Exercise inputs →
+---+

#[test]
fn drifts_follow_their_drawn_curves() {
    for name in [
        "linear",
        "fast-drift",
        "ageing-exponential",
        "ageing-quadratic",
    ] {
        for seed in 1..=5 {
            let (plant, samples) = run(name, seed);
            let errors = errors(&samples);
            let onset = drawn(&plant, "onset");
            let change = drawn(&plant, "change");
            let before = mean(
                errors
                    .iter()
                    .filter(|(day, _)| *day < onset)
                    .map(|(_, e)| *e),
            );
            let limit = 4.0 * standard_error(&plant, onset * 72.0);
            assert!(
                before.abs() < limit,
                "{name} {seed}: error {before} before the onset"
            );
            // What the change must be at the very end, and how it must be reached half way.
            let run = DAYS - onset;
            let (end, half) = match name {
                "ageing-exponential" => {
                    let time_constant = drawn(&plant, "time_constant");
                    let part = |days: f64| change * (1.0 - (-days / time_constant).exp());
                    (part(run), part(run / 2.0))
                }
                "ageing-quadratic" => (change, change / 4.0),
                _ => (change, change / 2.0),
            };
            for (day, expected) in [(onset + run / 2.0, half), (DAYS - 0.5, end)] {
                let near: Vec<f64> = errors
                    .iter()
                    .filter(|(at, _)| (at - day).abs() < 0.5)
                    .map(|(_, error)| *error)
                    .collect();
                // Within the day the curve itself moves; twice its mean rate bounds that.
                let limit =
                    4.0 * standard_error(&plant, near.len() as f64) + 2.0 * change.abs() / run;
                let found = mean(near.iter().copied());
                assert!(
                    (found - expected).abs() < limit,
                    "{name} {seed}: {found} at {day}"
                );
            }
        }
    }
}

#[test]
fn a_step_and_a_saw_tooth_jump_where_and_as_far_as_drawn() {
    for seed in 1..=5 {
        let (plant, samples) = run("step", seed);
        let (at, size) = (drawn(&plant, "at"), drawn(&plant, "size"));
        let (before, after): (Vec<_>, Vec<_>) =
            errors(&samples).into_iter().partition(|(day, _)| *day < at);
        let jump = mean(after.iter().map(|(_, e)| *e)) - mean(before.iter().map(|(_, e)| *e));
        let limit = 8.0 * standard_error(&plant, before.len().min(after.len()) as f64);
        assert!(
            (jump - size).abs() < limit,
            "{seed}: jumped by {jump}, drawn {size}"
        );

        let (plant, samples) = run("saw-tooth", seed);
        let (period, height) = (drawn(&plant, "period"), drawn(&plant, "height"));
        let errors = errors(&samples);
        let cleanings = plant.planted[0].curve.jumps(DAYS);
        assert!(cleanings.len() >= 6, "{seed}: {cleanings:?}");
        for (number, cleaning) in cleanings.iter().enumerate() {
            assert!((cleaning - period * (number as f64 + 1.0)).abs() < 1e-9);
            let day = |from: f64, to: f64| {
                let inside = errors.iter().filter(|(at, _)| *at >= from && *at < to);
                mean(inside.map(|(_, error)| *error))
            };
            let fall = day(*cleaning, cleaning + 0.5) - day(cleaning - 0.5, *cleaning);
            // Half a day's mean lies a quarter of a day from the edge, on either side.
            let expected = -height * (1.0 - 0.5 / period);
            let limit = 4.0 * 2.0_f64.sqrt() * standard_error(&plant, 36.0);
            assert!(
                (fall - expected).abs() < limit,
                "{seed}: fell by {fall}, drawn {height}"
            );
        }
    }
}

+---+

Action item → Retype word for word the line above with "let fall = day(*cleaning, cleaning" and all lines after it, nothing else.

Answer →
            let fall = day(*cleaning, cleaning + 0.5) - day(cleaning - 0.5, *cleaning);
            // Half a day's mean lies a quarter of a day from the edge, on either side.
            let expected = -height * (1.0 - 0.5 / period);
            let limit = 4.0 * 2.0_f64.sqrt() * standard_error(&plant, 36.0);
            assert!(
                (fall - expected).abs() < limit,
                "{seed}: fell by {fall}, drawn {height}"
            );
        }
    }
}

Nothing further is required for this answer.